**TASK ITEM:**
Provide the number of lines below that include "zone", without any other words.

(DATA begins)

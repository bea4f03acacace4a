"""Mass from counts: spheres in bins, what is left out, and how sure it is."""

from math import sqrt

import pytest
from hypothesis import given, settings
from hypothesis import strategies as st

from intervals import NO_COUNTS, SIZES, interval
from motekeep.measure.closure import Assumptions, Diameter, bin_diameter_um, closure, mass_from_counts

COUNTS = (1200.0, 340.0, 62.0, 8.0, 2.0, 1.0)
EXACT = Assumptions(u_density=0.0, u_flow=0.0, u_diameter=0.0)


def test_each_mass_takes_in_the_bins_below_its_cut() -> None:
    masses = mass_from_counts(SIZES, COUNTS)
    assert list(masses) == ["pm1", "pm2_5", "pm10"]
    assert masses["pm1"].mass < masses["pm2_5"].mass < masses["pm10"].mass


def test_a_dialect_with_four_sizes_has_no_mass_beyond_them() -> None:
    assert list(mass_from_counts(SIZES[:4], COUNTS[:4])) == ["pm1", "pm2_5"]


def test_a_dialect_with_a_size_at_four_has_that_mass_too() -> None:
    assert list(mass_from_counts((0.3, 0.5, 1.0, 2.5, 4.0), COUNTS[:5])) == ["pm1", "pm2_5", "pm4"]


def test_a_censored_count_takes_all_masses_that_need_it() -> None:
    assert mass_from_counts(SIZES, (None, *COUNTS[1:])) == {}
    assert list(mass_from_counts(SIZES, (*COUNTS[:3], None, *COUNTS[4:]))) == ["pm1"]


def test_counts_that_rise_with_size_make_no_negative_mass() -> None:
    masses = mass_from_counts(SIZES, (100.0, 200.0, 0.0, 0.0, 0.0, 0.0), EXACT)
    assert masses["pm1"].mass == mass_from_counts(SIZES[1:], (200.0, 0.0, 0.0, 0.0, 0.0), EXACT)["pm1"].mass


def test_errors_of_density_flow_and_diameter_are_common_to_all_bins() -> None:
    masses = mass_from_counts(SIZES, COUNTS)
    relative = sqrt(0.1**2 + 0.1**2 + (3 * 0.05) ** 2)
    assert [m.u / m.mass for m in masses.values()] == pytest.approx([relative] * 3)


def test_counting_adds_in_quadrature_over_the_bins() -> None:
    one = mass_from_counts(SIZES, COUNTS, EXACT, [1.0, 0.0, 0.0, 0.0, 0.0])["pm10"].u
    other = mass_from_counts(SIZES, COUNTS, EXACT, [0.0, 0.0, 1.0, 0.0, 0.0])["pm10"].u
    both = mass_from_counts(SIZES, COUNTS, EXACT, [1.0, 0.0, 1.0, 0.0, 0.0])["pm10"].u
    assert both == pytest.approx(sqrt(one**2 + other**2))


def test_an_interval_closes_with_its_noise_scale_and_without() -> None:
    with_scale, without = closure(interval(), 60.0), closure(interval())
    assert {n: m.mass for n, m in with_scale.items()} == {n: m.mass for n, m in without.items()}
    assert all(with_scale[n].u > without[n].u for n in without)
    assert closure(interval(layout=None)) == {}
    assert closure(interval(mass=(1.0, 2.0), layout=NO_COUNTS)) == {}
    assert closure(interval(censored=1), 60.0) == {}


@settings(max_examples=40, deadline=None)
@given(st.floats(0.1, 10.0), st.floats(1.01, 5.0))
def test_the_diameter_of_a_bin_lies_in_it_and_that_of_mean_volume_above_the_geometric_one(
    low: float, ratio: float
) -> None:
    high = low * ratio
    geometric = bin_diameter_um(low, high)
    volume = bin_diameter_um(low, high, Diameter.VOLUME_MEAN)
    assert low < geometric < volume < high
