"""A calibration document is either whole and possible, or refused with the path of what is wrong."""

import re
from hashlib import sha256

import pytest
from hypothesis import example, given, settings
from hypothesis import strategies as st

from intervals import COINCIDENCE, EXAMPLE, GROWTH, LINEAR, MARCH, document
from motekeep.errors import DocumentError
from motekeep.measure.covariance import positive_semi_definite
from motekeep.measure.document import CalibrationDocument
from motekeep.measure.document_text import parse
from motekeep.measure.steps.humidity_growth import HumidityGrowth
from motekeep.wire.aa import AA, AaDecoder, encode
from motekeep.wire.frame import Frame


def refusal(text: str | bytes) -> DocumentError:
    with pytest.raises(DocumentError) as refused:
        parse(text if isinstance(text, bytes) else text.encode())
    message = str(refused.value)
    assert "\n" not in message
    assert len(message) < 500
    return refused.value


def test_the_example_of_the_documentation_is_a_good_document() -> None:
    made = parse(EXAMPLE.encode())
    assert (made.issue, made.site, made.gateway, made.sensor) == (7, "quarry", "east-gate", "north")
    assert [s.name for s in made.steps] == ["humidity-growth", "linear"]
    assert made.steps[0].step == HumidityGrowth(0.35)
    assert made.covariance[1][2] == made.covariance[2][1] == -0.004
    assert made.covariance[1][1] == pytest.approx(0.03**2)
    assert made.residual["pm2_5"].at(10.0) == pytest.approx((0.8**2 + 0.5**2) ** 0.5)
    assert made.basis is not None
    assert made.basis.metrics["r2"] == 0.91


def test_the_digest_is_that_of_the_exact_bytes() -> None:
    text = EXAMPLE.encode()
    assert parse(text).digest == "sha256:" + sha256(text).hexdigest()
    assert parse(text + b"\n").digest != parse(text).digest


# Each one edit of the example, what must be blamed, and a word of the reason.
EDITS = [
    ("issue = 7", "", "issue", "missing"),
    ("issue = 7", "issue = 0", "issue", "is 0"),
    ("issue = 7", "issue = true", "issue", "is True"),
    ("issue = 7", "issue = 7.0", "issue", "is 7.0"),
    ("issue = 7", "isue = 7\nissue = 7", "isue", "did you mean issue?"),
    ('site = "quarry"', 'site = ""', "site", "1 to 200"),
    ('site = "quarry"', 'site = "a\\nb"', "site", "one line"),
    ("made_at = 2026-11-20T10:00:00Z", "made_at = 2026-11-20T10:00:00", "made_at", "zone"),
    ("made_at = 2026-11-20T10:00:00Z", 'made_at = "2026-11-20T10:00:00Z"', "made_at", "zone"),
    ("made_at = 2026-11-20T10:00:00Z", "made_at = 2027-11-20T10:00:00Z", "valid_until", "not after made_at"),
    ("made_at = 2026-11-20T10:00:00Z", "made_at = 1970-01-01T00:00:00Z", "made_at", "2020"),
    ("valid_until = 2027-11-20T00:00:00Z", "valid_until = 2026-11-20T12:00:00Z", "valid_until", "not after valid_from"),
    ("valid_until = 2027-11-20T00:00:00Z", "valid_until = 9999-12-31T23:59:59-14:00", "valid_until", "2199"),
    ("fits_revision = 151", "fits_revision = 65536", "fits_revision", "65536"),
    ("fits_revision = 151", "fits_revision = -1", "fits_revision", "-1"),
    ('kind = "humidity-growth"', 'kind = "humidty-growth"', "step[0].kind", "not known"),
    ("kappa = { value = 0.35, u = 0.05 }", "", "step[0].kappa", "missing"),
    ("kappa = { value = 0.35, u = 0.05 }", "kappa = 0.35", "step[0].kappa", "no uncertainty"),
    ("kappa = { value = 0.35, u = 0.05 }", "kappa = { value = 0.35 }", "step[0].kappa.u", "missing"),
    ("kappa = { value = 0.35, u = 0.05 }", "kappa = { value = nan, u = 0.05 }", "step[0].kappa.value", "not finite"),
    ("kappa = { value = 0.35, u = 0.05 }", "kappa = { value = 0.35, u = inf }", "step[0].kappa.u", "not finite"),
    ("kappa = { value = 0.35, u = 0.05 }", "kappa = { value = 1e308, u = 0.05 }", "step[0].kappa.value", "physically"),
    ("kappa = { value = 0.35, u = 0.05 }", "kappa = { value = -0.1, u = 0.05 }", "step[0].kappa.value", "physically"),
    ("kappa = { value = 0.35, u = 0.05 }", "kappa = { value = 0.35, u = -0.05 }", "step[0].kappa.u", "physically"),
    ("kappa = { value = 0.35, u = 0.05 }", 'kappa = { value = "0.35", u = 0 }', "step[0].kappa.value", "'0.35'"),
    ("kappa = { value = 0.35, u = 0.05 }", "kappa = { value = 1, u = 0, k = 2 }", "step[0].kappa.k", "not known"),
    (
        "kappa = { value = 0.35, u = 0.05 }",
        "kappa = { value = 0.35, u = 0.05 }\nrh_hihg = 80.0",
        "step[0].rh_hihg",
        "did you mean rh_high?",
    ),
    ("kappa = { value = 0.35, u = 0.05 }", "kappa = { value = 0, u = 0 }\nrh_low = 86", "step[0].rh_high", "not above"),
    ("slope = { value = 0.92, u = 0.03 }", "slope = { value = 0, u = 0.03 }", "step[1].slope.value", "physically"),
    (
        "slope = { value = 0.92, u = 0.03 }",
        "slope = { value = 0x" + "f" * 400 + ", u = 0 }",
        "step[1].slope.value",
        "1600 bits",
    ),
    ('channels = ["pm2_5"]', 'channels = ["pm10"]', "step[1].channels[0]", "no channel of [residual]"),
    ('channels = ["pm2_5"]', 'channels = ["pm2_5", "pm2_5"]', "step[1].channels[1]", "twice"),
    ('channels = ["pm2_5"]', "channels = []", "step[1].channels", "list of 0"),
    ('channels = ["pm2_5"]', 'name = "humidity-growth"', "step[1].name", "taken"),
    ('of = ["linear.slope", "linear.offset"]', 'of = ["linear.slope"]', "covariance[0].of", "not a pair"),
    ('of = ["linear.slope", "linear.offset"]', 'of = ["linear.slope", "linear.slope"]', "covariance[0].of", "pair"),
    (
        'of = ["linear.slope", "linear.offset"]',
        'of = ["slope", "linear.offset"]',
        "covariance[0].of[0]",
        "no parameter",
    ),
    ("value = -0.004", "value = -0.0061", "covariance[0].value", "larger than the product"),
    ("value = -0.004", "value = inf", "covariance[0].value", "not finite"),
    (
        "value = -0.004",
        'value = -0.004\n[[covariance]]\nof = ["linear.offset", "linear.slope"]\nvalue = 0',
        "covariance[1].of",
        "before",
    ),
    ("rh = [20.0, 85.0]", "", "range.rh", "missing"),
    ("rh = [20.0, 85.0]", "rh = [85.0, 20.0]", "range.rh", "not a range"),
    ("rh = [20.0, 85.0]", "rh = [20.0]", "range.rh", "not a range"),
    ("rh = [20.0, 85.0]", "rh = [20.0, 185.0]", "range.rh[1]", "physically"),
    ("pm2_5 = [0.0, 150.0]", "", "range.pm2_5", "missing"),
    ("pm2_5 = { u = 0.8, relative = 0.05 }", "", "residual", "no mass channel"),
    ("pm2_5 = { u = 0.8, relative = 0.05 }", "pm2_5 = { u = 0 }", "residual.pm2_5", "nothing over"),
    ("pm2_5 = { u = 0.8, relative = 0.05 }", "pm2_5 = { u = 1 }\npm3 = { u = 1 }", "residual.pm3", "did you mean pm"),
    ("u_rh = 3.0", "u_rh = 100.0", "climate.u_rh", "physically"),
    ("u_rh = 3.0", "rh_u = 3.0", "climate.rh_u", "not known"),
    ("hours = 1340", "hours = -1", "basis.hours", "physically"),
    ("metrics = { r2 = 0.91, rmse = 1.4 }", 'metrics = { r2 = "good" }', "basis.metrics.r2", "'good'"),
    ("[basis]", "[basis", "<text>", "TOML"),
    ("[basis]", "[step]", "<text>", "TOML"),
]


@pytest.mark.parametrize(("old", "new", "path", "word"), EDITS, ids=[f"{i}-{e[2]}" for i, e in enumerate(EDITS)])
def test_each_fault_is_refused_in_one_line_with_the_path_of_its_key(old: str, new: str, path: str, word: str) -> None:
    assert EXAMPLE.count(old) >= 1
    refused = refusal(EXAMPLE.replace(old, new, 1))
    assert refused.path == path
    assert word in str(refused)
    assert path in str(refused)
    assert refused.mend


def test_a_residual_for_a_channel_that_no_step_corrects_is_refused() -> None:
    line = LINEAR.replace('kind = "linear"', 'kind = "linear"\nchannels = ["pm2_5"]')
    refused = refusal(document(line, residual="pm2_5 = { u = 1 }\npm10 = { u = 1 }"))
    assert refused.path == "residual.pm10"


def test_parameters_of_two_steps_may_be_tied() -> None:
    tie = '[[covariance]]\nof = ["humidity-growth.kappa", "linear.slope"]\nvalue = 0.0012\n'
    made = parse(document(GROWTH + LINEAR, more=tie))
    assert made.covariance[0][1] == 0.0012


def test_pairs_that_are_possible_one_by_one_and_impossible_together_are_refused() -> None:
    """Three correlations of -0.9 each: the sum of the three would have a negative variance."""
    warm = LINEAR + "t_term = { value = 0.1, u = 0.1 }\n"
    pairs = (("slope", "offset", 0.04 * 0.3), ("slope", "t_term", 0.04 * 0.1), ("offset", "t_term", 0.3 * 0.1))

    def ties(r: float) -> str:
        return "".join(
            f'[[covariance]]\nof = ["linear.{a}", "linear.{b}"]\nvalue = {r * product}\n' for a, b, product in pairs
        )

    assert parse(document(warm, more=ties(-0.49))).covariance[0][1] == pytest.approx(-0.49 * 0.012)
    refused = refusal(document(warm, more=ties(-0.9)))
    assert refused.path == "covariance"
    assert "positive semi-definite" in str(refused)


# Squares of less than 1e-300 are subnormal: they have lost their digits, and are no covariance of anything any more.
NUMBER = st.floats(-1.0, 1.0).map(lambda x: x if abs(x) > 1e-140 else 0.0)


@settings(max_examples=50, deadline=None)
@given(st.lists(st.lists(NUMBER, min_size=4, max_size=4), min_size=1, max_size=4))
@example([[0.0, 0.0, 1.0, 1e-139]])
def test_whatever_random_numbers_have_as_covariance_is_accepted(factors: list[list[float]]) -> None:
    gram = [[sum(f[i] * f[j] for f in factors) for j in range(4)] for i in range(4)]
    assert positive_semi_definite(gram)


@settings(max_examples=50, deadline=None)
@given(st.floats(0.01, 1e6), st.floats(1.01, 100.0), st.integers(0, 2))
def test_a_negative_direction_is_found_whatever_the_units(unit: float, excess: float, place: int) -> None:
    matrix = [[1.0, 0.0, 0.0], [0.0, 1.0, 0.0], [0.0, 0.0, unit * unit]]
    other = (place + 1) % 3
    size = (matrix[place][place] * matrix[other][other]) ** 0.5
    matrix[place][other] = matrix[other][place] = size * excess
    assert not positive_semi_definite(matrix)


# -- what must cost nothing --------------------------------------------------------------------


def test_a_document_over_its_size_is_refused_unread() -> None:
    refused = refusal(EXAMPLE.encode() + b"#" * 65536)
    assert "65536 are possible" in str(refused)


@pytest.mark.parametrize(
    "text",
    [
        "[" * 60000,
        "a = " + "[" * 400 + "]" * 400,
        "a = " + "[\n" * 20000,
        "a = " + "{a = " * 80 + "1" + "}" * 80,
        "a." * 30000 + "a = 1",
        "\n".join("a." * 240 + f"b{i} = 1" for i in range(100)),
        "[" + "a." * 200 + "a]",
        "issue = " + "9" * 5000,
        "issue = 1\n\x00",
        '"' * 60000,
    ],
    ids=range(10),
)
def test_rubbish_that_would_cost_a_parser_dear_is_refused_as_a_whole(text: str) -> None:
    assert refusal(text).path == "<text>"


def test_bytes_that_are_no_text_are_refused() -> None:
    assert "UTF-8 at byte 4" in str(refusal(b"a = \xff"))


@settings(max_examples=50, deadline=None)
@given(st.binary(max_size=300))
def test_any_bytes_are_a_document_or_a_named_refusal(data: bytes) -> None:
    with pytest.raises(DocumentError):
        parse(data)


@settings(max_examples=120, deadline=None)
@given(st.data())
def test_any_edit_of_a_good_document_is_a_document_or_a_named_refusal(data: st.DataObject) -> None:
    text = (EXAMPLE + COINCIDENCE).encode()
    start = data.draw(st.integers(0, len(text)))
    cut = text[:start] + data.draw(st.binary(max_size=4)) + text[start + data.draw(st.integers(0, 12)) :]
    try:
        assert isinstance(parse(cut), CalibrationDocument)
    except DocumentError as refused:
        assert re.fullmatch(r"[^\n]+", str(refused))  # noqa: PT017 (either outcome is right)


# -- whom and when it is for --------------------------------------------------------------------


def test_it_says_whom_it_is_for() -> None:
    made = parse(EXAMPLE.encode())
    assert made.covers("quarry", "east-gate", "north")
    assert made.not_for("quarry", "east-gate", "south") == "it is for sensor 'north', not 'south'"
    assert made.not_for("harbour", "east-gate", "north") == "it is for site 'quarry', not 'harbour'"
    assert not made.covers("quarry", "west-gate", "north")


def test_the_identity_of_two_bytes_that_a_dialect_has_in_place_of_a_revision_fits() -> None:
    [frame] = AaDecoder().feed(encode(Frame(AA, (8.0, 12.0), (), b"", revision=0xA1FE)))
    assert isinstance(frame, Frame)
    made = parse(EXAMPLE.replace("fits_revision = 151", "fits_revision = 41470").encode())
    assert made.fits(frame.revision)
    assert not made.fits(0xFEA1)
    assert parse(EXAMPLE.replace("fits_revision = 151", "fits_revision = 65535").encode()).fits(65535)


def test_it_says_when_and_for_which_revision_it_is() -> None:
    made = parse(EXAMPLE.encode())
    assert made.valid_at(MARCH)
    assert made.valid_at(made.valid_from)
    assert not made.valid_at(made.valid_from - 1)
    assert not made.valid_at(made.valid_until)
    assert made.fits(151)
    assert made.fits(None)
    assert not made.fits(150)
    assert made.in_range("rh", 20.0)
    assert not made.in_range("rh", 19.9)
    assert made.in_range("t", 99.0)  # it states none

(DATA ends)

**ANSWER:**
2